*** Opening of RECORDED DATA ***

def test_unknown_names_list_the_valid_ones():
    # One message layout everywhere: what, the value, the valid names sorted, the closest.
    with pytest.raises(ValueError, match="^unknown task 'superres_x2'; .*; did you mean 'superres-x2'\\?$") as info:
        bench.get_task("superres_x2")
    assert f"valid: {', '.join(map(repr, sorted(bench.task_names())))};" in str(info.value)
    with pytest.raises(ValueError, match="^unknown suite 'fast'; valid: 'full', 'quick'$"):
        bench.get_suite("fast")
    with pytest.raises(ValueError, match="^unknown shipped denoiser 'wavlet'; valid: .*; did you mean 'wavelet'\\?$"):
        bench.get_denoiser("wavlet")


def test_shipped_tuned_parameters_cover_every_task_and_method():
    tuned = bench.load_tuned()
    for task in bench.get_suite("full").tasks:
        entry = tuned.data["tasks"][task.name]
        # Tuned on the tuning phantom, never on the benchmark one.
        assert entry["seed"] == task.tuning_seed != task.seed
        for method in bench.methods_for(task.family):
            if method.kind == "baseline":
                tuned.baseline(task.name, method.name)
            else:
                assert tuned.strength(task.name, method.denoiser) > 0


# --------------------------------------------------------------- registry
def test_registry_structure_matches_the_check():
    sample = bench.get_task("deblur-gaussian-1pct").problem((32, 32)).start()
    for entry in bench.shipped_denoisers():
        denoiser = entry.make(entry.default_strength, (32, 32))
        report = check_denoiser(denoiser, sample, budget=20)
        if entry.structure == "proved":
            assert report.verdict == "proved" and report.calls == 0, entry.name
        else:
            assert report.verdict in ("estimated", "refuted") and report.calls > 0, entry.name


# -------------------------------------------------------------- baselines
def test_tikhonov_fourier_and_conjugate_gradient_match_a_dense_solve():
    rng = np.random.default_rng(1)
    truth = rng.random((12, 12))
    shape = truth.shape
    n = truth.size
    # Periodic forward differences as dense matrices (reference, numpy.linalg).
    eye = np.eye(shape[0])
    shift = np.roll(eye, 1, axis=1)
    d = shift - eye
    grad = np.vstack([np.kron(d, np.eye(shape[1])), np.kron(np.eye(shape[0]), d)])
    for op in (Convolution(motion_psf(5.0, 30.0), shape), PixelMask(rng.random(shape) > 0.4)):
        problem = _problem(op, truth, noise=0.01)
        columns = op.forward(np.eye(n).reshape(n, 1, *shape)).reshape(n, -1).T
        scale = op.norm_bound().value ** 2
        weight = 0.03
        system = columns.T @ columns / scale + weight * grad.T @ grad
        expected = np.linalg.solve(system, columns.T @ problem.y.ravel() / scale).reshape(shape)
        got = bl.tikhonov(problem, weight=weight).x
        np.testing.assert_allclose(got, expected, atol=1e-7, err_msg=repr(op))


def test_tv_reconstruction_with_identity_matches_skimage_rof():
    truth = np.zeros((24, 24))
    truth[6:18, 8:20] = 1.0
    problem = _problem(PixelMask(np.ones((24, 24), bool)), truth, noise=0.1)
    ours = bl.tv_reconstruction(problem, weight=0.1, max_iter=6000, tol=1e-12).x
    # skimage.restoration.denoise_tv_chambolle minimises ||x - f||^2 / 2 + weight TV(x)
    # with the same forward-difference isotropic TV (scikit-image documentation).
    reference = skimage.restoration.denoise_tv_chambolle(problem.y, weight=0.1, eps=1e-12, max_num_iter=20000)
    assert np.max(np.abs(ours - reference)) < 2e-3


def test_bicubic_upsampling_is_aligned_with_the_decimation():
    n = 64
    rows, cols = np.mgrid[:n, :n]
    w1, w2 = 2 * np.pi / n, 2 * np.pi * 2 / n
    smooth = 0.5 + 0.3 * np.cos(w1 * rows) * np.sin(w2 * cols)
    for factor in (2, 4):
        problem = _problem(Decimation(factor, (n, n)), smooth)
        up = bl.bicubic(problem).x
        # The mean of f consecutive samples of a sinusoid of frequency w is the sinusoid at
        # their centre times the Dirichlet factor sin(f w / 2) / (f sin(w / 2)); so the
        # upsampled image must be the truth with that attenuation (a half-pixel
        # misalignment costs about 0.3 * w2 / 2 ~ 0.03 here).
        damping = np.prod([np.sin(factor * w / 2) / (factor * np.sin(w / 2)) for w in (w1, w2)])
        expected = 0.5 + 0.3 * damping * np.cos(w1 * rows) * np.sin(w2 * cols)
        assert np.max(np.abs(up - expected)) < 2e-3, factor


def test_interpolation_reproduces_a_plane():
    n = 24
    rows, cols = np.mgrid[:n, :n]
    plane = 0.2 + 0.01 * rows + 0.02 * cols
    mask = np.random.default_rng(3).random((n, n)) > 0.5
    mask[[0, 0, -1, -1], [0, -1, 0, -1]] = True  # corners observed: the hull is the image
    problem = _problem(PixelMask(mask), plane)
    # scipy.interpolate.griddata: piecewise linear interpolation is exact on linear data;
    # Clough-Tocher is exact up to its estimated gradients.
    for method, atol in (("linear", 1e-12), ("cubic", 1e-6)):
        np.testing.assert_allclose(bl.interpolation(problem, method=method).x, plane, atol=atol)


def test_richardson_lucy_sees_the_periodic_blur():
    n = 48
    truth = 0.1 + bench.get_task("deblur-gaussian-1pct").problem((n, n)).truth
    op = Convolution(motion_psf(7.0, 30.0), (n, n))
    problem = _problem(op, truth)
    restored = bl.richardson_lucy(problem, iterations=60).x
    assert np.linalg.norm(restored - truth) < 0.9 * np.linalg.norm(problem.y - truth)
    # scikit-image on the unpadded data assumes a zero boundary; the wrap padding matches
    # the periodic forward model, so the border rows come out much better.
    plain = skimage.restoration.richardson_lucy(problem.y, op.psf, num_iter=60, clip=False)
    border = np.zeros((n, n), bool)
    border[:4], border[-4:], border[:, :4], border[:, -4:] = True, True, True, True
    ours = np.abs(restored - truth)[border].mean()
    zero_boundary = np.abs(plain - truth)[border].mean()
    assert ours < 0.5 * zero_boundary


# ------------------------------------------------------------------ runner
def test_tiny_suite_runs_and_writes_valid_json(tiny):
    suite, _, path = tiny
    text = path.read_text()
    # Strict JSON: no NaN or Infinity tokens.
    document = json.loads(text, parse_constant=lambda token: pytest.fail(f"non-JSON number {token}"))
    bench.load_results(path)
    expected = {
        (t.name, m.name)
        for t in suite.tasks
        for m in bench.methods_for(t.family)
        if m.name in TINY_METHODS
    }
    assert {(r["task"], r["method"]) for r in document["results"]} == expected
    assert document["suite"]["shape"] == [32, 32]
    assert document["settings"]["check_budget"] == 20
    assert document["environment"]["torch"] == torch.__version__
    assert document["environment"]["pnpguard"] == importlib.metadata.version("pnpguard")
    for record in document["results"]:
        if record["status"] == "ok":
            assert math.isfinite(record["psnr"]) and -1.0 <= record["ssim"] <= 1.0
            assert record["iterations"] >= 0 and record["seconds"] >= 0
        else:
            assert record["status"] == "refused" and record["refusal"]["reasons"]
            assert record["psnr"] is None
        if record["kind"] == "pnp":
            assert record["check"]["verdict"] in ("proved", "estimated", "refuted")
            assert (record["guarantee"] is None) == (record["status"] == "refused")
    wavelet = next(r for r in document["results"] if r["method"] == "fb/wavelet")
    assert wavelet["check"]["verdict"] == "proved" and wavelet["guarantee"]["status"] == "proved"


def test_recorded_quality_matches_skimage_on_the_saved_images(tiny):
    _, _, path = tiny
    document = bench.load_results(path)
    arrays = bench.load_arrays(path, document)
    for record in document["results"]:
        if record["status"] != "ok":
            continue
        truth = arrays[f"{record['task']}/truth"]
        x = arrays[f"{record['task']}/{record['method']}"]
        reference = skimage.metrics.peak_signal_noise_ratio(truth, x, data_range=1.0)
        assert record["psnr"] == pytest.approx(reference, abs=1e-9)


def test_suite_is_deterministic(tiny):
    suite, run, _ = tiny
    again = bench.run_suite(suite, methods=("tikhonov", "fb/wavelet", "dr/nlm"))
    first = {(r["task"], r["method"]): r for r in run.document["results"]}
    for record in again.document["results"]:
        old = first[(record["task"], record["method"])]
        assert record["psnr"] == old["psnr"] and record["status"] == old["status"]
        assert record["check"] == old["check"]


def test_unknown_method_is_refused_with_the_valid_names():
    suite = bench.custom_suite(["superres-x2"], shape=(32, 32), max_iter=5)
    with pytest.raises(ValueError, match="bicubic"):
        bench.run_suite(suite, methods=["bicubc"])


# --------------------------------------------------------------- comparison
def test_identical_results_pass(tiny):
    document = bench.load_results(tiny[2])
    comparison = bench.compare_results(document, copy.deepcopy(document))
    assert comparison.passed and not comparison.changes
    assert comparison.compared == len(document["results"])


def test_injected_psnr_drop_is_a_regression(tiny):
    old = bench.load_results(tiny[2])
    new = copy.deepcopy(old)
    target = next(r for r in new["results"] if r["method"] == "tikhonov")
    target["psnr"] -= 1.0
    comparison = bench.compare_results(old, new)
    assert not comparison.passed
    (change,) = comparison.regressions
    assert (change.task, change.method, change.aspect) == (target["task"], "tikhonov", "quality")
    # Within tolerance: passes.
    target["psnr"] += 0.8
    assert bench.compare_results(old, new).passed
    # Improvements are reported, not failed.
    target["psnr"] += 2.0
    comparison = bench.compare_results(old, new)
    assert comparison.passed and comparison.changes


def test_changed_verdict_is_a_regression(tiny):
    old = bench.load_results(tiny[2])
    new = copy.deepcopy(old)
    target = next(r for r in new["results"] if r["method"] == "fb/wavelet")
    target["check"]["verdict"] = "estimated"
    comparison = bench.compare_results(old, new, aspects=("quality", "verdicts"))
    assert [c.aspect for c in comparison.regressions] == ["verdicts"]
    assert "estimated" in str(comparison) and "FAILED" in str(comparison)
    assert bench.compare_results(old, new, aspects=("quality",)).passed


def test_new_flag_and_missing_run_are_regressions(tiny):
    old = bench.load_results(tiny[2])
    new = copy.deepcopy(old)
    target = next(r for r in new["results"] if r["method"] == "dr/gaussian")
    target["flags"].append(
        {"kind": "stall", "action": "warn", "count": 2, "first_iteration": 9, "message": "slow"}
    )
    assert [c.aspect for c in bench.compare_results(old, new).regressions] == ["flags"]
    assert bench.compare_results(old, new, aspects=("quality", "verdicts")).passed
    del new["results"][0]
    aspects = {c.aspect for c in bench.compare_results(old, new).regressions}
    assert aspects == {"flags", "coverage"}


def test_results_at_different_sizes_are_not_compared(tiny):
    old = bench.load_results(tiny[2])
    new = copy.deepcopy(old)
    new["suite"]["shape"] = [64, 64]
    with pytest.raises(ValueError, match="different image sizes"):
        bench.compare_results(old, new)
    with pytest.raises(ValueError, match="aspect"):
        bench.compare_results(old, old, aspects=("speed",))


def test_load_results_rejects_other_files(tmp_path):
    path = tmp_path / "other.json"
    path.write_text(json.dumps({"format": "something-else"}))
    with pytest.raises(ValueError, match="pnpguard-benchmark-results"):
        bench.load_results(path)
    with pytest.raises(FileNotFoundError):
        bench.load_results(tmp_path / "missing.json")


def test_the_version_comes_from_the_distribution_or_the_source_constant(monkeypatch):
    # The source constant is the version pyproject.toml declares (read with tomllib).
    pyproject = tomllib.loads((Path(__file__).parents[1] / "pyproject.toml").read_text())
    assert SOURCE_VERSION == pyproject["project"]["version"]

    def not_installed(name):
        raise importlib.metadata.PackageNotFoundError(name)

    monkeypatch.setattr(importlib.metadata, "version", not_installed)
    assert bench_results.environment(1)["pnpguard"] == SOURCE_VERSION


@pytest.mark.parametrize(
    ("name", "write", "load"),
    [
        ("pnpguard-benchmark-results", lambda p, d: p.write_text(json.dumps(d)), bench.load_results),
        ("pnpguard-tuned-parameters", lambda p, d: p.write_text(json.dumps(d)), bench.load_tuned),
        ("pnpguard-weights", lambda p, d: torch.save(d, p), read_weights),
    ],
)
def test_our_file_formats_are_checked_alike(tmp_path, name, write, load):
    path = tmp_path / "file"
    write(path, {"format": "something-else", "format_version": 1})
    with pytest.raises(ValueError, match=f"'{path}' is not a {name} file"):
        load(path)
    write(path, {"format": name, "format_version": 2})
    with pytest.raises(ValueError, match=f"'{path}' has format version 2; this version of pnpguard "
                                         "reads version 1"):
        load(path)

*** Close of RECORDED DATA ***

**YOUR ASSIGNMENT**
Looking at the entries above, say how many lines contain the word "kind". Nothing but the number is needed.

**RESPONSE TO THIS TASK**
3